• **Task goal**:
Everything in the data below is left aside except the lines from the one containing "export function ringFactors(K: number): RingFactors" through the one containing "const C9 = 533"; repeat those exactly.

• **Exercise data**:
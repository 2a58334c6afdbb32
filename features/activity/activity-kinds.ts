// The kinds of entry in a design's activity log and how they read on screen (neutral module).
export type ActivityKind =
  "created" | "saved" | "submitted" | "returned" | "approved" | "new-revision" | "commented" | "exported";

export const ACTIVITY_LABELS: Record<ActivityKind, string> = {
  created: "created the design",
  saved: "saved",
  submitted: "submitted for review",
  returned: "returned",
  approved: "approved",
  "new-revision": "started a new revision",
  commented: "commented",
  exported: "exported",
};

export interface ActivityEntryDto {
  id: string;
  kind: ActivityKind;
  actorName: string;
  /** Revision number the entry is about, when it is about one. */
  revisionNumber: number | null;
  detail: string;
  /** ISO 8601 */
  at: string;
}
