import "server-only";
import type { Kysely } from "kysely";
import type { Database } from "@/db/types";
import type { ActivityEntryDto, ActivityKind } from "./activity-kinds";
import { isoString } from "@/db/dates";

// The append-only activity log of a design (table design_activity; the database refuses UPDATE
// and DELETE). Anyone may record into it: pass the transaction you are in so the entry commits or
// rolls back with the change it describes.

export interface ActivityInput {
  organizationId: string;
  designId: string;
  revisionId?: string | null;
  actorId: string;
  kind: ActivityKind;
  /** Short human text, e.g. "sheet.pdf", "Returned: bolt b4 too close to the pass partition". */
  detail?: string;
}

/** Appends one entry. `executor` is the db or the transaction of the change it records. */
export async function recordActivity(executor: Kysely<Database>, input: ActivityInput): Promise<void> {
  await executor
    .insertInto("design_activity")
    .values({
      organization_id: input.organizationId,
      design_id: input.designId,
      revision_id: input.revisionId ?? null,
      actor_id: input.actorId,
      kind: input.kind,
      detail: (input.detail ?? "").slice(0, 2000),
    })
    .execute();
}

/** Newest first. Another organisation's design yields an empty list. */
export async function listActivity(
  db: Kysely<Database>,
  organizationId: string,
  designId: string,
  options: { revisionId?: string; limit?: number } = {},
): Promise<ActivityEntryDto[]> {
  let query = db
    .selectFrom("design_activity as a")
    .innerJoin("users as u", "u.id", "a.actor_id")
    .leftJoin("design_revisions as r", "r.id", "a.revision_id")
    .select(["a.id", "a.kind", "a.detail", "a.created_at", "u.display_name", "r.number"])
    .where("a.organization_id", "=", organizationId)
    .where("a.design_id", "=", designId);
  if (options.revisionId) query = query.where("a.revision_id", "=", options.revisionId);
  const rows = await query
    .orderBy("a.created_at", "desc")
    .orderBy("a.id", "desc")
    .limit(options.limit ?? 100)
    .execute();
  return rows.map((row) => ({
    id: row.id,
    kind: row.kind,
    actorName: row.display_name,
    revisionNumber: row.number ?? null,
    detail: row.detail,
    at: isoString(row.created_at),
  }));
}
* * *
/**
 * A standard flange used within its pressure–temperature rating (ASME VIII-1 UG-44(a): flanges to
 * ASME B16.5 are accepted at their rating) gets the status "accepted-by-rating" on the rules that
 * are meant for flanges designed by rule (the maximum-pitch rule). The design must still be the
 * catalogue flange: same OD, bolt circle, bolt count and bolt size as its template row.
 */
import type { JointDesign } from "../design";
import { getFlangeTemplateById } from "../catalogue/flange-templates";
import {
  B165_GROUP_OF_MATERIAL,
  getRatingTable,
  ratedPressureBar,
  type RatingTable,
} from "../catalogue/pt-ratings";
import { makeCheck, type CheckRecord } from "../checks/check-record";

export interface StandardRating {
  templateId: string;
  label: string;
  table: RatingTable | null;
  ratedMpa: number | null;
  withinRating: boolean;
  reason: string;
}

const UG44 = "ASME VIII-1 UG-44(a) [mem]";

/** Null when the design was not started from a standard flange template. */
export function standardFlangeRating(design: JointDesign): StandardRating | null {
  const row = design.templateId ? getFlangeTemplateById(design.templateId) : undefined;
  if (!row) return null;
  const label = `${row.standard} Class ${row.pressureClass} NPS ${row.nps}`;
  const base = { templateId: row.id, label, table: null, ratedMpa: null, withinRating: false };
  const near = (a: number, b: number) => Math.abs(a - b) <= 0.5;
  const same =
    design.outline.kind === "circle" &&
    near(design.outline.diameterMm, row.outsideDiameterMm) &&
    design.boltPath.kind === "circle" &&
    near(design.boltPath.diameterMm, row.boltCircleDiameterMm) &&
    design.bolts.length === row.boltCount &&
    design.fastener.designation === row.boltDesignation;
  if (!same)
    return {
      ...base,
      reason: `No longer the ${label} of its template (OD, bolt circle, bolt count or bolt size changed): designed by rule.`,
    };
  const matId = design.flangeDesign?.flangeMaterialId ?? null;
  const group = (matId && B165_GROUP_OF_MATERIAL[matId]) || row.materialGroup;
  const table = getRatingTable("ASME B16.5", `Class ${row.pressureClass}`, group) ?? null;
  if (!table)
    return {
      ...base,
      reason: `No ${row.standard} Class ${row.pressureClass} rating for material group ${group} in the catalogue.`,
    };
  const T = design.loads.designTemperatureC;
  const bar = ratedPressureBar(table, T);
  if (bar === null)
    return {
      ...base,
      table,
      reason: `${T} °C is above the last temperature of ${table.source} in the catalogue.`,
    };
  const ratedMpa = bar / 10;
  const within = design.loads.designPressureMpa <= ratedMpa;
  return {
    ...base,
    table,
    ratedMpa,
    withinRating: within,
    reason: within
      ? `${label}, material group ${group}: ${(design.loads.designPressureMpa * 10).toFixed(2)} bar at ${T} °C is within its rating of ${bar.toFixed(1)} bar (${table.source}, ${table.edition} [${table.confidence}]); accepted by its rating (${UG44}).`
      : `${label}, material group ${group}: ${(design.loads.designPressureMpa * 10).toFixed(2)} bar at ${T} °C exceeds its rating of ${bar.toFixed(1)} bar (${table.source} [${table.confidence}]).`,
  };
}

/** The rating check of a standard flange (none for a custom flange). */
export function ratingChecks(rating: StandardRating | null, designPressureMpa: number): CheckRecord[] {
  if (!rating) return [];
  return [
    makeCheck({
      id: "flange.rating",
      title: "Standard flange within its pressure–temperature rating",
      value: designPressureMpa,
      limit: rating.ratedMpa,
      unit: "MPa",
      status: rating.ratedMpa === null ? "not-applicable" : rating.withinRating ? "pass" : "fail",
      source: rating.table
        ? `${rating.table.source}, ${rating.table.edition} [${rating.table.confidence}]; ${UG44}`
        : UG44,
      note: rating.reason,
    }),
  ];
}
==
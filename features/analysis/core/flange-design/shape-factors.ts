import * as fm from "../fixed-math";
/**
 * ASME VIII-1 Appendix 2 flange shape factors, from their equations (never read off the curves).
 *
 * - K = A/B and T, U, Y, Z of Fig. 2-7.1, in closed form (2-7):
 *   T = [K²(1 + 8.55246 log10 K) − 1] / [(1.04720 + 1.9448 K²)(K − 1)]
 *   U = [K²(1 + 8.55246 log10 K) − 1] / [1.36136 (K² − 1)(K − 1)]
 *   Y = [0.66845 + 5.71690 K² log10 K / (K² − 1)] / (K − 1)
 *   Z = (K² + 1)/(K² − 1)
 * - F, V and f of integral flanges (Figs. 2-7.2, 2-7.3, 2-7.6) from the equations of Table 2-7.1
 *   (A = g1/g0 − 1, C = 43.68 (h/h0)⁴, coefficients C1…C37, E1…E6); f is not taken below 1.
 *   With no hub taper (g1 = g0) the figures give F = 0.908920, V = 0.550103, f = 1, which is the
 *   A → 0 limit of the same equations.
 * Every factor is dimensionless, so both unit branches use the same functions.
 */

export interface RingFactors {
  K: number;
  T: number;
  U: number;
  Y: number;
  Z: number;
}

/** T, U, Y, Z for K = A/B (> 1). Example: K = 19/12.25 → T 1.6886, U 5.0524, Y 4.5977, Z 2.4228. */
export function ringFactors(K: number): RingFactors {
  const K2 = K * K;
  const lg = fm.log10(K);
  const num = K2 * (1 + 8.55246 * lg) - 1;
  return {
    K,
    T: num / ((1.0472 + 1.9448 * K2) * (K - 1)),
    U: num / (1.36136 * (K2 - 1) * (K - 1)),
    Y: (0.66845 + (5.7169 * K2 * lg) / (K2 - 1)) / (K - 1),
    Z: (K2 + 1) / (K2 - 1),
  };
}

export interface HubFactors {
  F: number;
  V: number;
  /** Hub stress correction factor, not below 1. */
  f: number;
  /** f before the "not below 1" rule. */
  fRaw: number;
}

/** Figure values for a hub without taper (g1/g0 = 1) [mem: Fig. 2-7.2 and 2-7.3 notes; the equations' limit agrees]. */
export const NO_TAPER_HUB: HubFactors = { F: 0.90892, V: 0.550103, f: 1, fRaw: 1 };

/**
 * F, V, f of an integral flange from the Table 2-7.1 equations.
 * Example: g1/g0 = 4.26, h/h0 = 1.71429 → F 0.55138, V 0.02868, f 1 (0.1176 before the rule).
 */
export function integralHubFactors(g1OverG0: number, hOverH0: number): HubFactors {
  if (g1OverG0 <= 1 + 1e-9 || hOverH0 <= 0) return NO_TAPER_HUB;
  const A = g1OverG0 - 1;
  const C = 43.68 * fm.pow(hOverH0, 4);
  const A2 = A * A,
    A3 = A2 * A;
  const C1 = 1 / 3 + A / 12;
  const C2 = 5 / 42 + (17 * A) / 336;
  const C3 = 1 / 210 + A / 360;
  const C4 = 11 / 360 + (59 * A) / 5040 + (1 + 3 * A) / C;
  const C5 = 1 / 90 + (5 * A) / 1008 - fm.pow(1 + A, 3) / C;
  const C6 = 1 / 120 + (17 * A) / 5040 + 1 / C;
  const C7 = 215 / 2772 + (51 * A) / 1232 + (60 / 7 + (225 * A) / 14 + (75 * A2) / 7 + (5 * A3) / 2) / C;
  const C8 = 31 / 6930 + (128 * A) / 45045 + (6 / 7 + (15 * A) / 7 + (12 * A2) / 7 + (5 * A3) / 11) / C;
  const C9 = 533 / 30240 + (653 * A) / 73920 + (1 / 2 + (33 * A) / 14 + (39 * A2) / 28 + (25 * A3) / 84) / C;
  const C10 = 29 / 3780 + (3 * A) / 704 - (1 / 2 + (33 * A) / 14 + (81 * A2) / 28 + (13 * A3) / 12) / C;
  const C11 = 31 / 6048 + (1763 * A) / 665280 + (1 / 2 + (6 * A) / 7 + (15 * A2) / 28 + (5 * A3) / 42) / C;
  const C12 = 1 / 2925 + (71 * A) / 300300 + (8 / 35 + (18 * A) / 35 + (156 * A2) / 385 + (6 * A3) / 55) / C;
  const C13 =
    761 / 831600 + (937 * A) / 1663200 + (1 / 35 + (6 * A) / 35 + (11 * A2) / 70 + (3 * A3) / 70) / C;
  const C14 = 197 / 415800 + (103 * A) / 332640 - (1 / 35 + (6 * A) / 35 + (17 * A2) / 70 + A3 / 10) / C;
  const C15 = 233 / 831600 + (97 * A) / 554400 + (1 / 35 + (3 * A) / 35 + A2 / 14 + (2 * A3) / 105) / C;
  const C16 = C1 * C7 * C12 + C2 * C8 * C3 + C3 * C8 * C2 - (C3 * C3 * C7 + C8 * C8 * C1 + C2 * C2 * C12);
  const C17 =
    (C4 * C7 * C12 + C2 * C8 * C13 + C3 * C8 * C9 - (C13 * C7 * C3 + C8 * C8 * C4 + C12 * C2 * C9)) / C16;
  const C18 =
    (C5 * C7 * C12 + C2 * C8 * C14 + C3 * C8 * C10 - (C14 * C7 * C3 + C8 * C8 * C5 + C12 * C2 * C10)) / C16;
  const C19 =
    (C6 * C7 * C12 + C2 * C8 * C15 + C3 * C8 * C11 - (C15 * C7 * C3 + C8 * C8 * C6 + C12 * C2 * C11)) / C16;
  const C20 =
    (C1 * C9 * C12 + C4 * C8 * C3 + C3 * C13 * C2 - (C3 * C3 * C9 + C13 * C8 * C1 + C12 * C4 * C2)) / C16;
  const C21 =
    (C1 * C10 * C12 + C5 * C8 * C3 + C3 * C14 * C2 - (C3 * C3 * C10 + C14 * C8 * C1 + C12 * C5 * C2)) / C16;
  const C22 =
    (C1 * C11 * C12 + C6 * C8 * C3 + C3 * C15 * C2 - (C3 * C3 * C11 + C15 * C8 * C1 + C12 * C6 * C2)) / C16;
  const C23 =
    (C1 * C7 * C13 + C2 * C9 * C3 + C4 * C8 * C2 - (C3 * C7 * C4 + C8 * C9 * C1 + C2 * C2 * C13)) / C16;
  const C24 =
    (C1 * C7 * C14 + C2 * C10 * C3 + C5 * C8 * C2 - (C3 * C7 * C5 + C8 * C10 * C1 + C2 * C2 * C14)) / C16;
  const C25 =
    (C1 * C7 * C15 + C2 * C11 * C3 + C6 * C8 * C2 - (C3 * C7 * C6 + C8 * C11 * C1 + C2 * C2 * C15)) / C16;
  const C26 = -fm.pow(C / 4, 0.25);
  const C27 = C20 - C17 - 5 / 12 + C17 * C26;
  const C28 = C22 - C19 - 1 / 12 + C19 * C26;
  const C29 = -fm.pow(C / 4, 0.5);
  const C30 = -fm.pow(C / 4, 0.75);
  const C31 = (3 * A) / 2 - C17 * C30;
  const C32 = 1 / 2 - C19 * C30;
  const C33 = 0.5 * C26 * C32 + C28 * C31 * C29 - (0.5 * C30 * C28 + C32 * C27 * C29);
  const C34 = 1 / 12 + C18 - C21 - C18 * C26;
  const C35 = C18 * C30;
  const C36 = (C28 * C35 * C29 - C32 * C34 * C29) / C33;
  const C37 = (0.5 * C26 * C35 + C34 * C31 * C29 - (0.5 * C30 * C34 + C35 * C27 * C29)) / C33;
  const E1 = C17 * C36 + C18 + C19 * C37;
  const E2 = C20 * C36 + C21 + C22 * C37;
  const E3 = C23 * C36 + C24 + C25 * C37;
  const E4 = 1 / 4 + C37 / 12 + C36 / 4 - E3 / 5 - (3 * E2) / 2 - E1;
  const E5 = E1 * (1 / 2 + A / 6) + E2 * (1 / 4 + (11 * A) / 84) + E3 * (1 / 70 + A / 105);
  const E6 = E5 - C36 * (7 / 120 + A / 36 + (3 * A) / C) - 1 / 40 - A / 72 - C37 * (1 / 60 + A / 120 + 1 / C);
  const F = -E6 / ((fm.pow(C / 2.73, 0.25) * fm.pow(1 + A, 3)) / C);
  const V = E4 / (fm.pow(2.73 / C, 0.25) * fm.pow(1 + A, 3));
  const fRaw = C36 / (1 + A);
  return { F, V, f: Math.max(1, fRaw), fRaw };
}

• **Answer space**:
export function ringFactors(K: number): RingFactors {
  const K2 = K * K;
  const lg = fm.log10(K);
  const num = K2 * (1 + 8.55246 * lg) - 1;
  return {
    K,
    T: num / ((1.0472 + 1.9448 * K2) * (K - 1)),
    U: num / (1.36136 * (K2 - 1) * (K - 1)),
    Y: (0.66845 + (5.7169 * K2 * lg) / (K2 - 1)) / (K - 1),
    Z: (K2 + 1) / (K2 - 1),
  };
}

export interface HubFactors {
  F: number;
  V: number;
  /** Hub stress correction factor, not below 1. */
  f: number;
  /** f before the "not below 1" rule. */
  fRaw: number;
}

/** Figure values for a hub without taper (g1/g0 = 1) [mem: Fig. 2-7.2 and 2-7.3 notes; the equations' limit agrees]. */
export const NO_TAPER_HUB: HubFactors = { F: 0.90892, V: 0.550103, f: 1, fRaw: 1 };

/**
 * F, V, f of an integral flange from the Table 2-7.1 equations.
 * Example: g1/g0 = 4.26, h/h0 = 1.71429 → F 0.55138, V 0.02868, f 1 (0.1176 before the rule).
 */
export function integralHubFactors(g1OverG0: number, hOverH0: number): HubFactors {
  if (g1OverG0 <= 1 + 1e-9 || hOverH0 <= 0) return NO_TAPER_HUB;
  const A = g1OverG0 - 1;
  const C = 43.68 * fm.pow(hOverH0, 4);
  const A2 = A * A,
    A3 = A2 * A;
  const C1 = 1 / 3 + A / 12;
  const C2 = 5 / 42 + (17 * A) / 336;
  const C3 = 1 / 210 + A / 360;
  const C4 = 11 / 360 + (59 * A) / 5040 + (1 + 3 * A) / C;
  const C5 = 1 / 90 + (5 * A) / 1008 - fm.pow(1 + A, 3) / C;
  const C6 = 1 / 120 + (17 * A) / 5040 + 1 / C;
  const C7 = 215 / 2772 + (51 * A) / 1232 + (60 / 7 + (225 * A) / 14 + (75 * A2) / 7 + (5 * A3) / 2) / C;
  const C8 = 31 / 6930 + (128 * A) / 45045 + (6 / 7 + (15 * A) / 7 + (12 * A2) / 7 + (5 * A3) / 11) / C;
  const C9 = 533 / 30240 + (653 * A) / 73920 + (1 / 2 + (33 * A) / 14 + (39 * A2) / 28 + (25 * A3) / 84) / C;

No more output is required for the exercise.